DIRECTIONS FOR THIS TASK
The answer must consist of every line in the records below that contains the string "collections".

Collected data

==========

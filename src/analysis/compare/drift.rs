//! Weight drift between two checkpoints of the same backbone: for every canonical tensor
//! ([`Part`], named as timm >= 0.9 lays the backbone out, whatever each file's own layout),
//! `relative_change = ||B - A||_F / ||A||_F` and `base_norm = ||A||_F`, in f64. Tensors that
//! only one checkpoint has, or that differ in shape, are listed as unmatched; tensors outside
//! the backbone (heads, buffers) are listed as not compared.

use crate::engine::checkpoint::{block_parts, Checkpoint, Family, Part};
use crate::error::Result;
use serde::{Deserialize, Serialize};
use std::collections::BTreeSet;

/// The columns of `drift.csv`, in order.
pub const DRIFT_COLUMNS: [&str; 5] = ["tensor", "stage", "block", "relative_change", "base_norm"];

/// One tensor's drift (one row of `drift.csv`).
#[derive(Clone, Debug, PartialEq, Serialize, Deserialize)]
pub struct DriftRow {
    /// The timm >= 0.9 name (`layers.2.blocks.1.attn.qkv.weight`); stage output norms, which
    /// timm does not have, are `stage_norm.{i}.weight` / `.bias`.
    pub tensor: String,
    /// Stage and block for block tensors; empty otherwise.
    pub stage: Option<usize>,
    pub block: Option<usize>,
    /// `||B - A||_F / ||A||_F`; empty when A is all zeros.
    pub relative_change: Option<f64>,
    pub base_norm: f64,
}

/// Every compared tensor, and what could not be compared.
#[derive(Clone, Debug, Default, PartialEq)]
pub struct Drift {
    pub rows: Vec<DriftRow>,
    /// Backbone tensors only one checkpoint has, or whose shapes differ (one line each).
    pub unmatched: Vec<String>,
    /// File tensors that are no part of the backbone (heads, buffers), by file and file name.
    pub not_compared: Vec<String>,
}

/// Every canonical part a backbone with up to these depths may have, in model order, with the
/// block tensors of each family in `families` (a part neither file has is skipped later).
fn candidate_parts(depths: &[usize], families: &[Family]) -> Vec<Part> {
    let mut parts: Vec<&str> = Vec::new();
    for s in families.iter().flat_map(|f| block_parts(*f)) {
        if !parts.contains(s) {
            parts.push(s);
        }
    }
    let mut out: Vec<Part> = ["proj.weight", "proj.bias", "norm.weight", "norm.bias"]
        .iter()
        .map(|s| Part::embed(s))
        .collect();
    for (i, &depth) in depths.iter().enumerate() {
        if i > 0 {
            for s in ["norm.weight", "norm.bias", "reduction.weight"] {
                out.push(Part::merge(i, s));
            }
        }
        for j in 0..depth {
            for s in &parts {
                out.push(Part::block(i, j, s));
            }
        }
        for s in ["weight", "bias"] {
            out.push(Part::StageNorm(i, s.into()));
        }
    }
    for s in ["weight", "bias"] {
        out.push(Part::FinalNorm(s.into()));
    }
    out
}

fn values(c: &Checkpoint, part: &Part, shape: &[usize]) -> Result<Vec<f32>> {
    Ok(c.load(part, shape)?.flatten_all()?.to_vec1::<f32>()?)
}

/// `(||b - a||_F / ||a||_F, ||a||_F)`, accumulated in f64.
pub fn relative_change(a: &[f32], b: &[f32]) -> (Option<f64>, f64) {
    let (mut d2, mut a2) = (0f64, 0f64);
    for (&x, &y) in a.iter().zip(b) {
        let (x, y) = (x as f64, y as f64);
        d2 += (y - x) * (y - x);
        a2 += x * x;
    }
    let base = a2.sqrt();
    ((base > 0.0).then(|| d2.sqrt() / base), base)
}

/// Compare every backbone tensor of `base` (A) with the same tensor of `tuned` (B).
pub fn weight_drift(base: &Checkpoint, tuned: &Checkpoint) -> Result<Drift> {
    let (da, db) = (base.infer_depths()?, tuned.infer_depths()?);
    let depths: Vec<usize> = (0..da.len().max(db.len()))
        .map(|i| {
            da.get(i)
                .copied()
                .unwrap_or(0)
                .max(db.get(i).copied().unwrap_or(0))
        })
        .collect();
    let mut drift = Drift::default();
    // File keys that belong to a backbone part, per checkpoint.
    let (mut known_a, mut known_b) = (BTreeSet::new(), BTreeSet::new());
    let names = |c: &Checkpoint, p: &Part| c.layout.file_names(p).join(" + ");
    for part in candidate_parts(&depths, &[base.family, tuned.family]) {
        let (pa, pb) = (base.present(&part), tuned.present(&part));
        if pa {
            known_a.extend(base.layout.file_names(&part));
        }
        if pb {
            known_b.extend(tuned.layout.file_names(&part));
        }
        let name = part.canonical();
        match (pa, pb) {
            (false, false) => continue,
            (true, false) => drift.unmatched.push(format!(
                "only in the base checkpoint: {name} ({})",
                names(base, &part)
            )),
            (false, true) => drift.unmatched.push(format!(
                "only in the tuned checkpoint: {name} ({})",
                names(tuned, &part)
            )),
            (true, true) => match (base.shape(&part), tuned.shape(&part)) {
                (Some(sa), Some(sb)) if sa == sb => {
                    let (a, b) = (values(base, &part, &sa)?, values(tuned, &part, &sb)?);
                    let (relative_change, base_norm) = relative_change(&a, &b);
                    let (stage, block) = match part {
                        Part::Block(i, j, _) => (Some(i), Some(j)),
                        _ => (None, None),
                    };
                    drift.rows.push(DriftRow {
                        tensor: name,
                        stage,
                        block,
                        relative_change,
                        base_norm,
                    });
                }
                (sa, sb) => {
                    let shape = |s: Option<Vec<usize>>| {
                        s.map_or("tensors that do not stack into one".to_string(), |s| {
                            format!("{s:?}")
                        })
                    };
                    drift.unmatched.push(format!(
                        "shapes differ: {name}: base {} ({}), tuned {} ({})",
                        shape(sa),
                        names(base, &part),
                        shape(sb),
                        names(tuned, &part)
                    ))
                }
            },
        }
    }
    // Keys read through a second place (transformers 5.x stage norms) count as known too.
    known_a.extend(base.used());
    known_b.extend(tuned.used());
    for (which, c, known) in [("base", base, &known_a), ("tuned", tuned, &known_b)] {
        for n in c.names().filter(|n| !known.contains(*n)) {
            drift.not_compared.push(format!(
                "{which} checkpoint: {n} ({})",
                crate::engine::checkpoint::ignored_reason(n)
            ));
        }
    }
    Ok(drift)
}

/// The weight groups the drift chart draws: a block's parts, and the patch merging that
/// starts a stage.
#[derive(Clone, Copy, Debug, PartialEq, Eq, PartialOrd, Ord, Hash)]
pub enum DriftGroup {
    Qkv,
    Proj,
    Fc1,
    Fc2,
    /// `norm1` and `norm2` of a block.
    Norms,
    /// The relative-position bias table.
    BiasTable,
    /// Patch merging (its norm and reduction) at the start of a stage.
    Merging,
}

impl DriftGroup {
    pub const ALL: [DriftGroup; 7] = [
        DriftGroup::Qkv,
        DriftGroup::Proj,
        DriftGroup::Fc1,
        DriftGroup::Fc2,
        DriftGroup::Norms,
        DriftGroup::BiasTable,
        DriftGroup::Merging,
    ];

    pub fn name(self) -> &'static str {
        match self {
            DriftGroup::Qkv => "qkv",
            DriftGroup::Proj => "proj",
            DriftGroup::Fc1 => "fc1",
            DriftGroup::Fc2 => "fc2",
            DriftGroup::Norms => "norms",
            DriftGroup::BiasTable => "bias table",
            DriftGroup::Merging => "patch merging",
        }
    }

    /// The group of a canonical tensor name, with its stage and block (block `None` for
    /// patch merging); `None` for tensors outside blocks and merging (embedding, norms).
    pub fn of(tensor: &str) -> Option<(DriftGroup, usize, Option<usize>)> {
        let rest = tensor.strip_prefix("layers.")?;
        let (stage, rest) = rest.split_once('.')?;
        let stage: usize = stage.parse().ok()?;
        if rest.starts_with("downsample.") {
            return Some((DriftGroup::Merging, stage, None));
        }
        let rest = rest.strip_prefix("blocks.")?;
        let (block, part) = rest.split_once('.')?;
        let block: usize = block.parse().ok()?;
        let group = match part {
            p if p.starts_with("attn.qkv.") => DriftGroup::Qkv,
            // Swin V2: the q and v biases belong to qkv; the bias MLP and the logit scales
            // make the position bias.
            "attn.q_bias" | "attn.v_bias" => DriftGroup::Qkv,
            p if p.starts_with("attn.proj.") => DriftGroup::Proj,
            p if p.starts_with("attn.relative_position_bias_table")
                || p.starts_with("attn.cpb_mlp.")
                || p == "attn.logit_scale" =>
            {
                DriftGroup::BiasTable
            }
            p if p.starts_with("mlp.fc1.") => DriftGroup::Fc1,
            p if p.starts_with("mlp.fc2.") => DriftGroup::Fc2,
            p if p.starts_with("norm1.") || p.starts_with("norm2.") => DriftGroup::Norms,
            _ => return None,
        };
        Some((group, stage, Some(block)))
    }
}

/// How far one weight group of one block (or one stage's patch merging) moved:
/// `||B - A||_F / ||A||_F` over the group's tensors taken together.
#[derive(Clone, Debug, PartialEq)]
pub struct GroupDrift {
    pub group: DriftGroup,
    pub stage: usize,
    pub block: Option<usize>,
    pub relative_change: Option<f64>,
    pub base_norm: f64,
}

/// Join the per-tensor rows into groups: for tensors t of a group,
/// `sqrt(sum ||B_t - A_t||^2) / sqrt(sum ||A_t||^2)` (the drift of the tensors concatenated),
/// ordered by stage, then block (merging first in its stage), then group.
pub fn group_drift(drift: &Drift) -> Vec<GroupDrift> {
    use std::collections::BTreeMap;
    // key: (stage, block + 1 with 0 for merging, group) -> (sum d^2, sum a^2, any undefined)
    let mut sums: BTreeMap<(usize, usize, DriftGroup), (f64, f64)> = BTreeMap::new();
    for r in &drift.rows {
        let Some((group, stage, block)) = DriftGroup::of(&r.tensor) else {
            continue;
        };
        let e = sums
            .entry((stage, block.map_or(0, |b| b + 1), group))
            .or_default();
        let d = r.relative_change.unwrap_or(0.0) * r.base_norm;
        e.0 += d * d;
        e.1 += r.base_norm * r.base_norm;
    }
    sums.into_iter()
        .map(|((stage, b, group), (d2, a2))| GroupDrift {
            group,
            stage,
            block: b.checked_sub(1),
            relative_change: (a2 > 0.0).then(|| (d2 / a2).sqrt()),
            base_norm: a2.sqrt(),
        })
        .collect()
}

#[cfg(test)]
mod tests {
    use super::*;

    fn row(tensor: &str, rc: f64, n: f64) -> DriftRow {
        DriftRow {
            tensor: tensor.into(),
            stage: None,
            block: None,
            relative_change: Some(rc),
            base_norm: n,
        }
    }

    #[test]
    fn groups_join_tensors_as_one_concatenated_tensor() {
        // weight: ||A|| = 3, ||B - A|| = 0.3; bias: ||A|| = 4, ||B - A|| = 0.4: together
        // ||A|| = 5 and ||B - A|| = 0.5, so 0.1 (by hand).
        let d = Drift {
            rows: vec![
                row("patch_embed.proj.weight", 0.5, 1.0),
                row("layers.1.downsample.reduction.weight", 0.2, 2.0),
                row("layers.1.blocks.0.attn.qkv.weight", 0.1, 3.0),
                row("layers.1.blocks.0.attn.qkv.bias", 0.1, 4.0),
                row("layers.1.blocks.0.norm2.weight", 0.0, 1.0),
                row(
                    "layers.0.blocks.1.attn.relative_position_bias_table",
                    0.25,
                    2.0,
                ),
            ],
            ..Default::default()
        };
        let g = group_drift(&d);
        assert_eq!(g.len(), 4, "{g:?}");
        assert_eq!(
            (g[0].group, g[0].stage, g[0].block),
            (DriftGroup::BiasTable, 0, Some(1))
        );
        assert_eq!((g[1].group, g[1].block), (DriftGroup::Merging, None));
        assert_eq!(g[2].group, DriftGroup::Qkv);
        assert!((g[2].relative_change.unwrap() - 0.1).abs() < 1e-12);
        assert!((g[2].base_norm - 5.0).abs() < 1e-12);
        assert_eq!(g[3].group, DriftGroup::Norms);
    }

    #[test]
    fn relative_change_by_hand() {
        // a = (3, 4): ||a|| = 5; b - a = (0, -1.5, ...) -> 1.5 / 5 = 0.3.
        let (r, n) = relative_change(&[3.0, 4.0], &[3.0, 2.5]);
        assert_eq!((r, n), (Some(0.3), 5.0));
        assert_eq!(relative_change(&[0.0], &[1.0]), (None, 0.0));
    }

    #[test]
    fn parts_cover_merging_blocks_and_norms() {
        let p = candidate_parts(&[1, 2], &[Family::V1]);
        let names: Vec<String> = p.iter().map(Part::canonical).collect();
        assert!(names.contains(&"layers.1.downsample.reduction.weight".to_string()));
        assert!(names.contains(&"layers.1.blocks.1.attn.qkv.weight".to_string()));
        assert!(!names.contains(&"layers.0.downsample.reduction.weight".to_string()));
        assert_eq!(names.last().unwrap(), "norm.bias");
        assert_eq!(p.len(), 4 + 13 + 2 + 3 + 2 * 13 + 2 + 2);
    }
}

==========

ANSWER BOX
use std::collections::BTreeSet;
    use std::collections::BTreeMap;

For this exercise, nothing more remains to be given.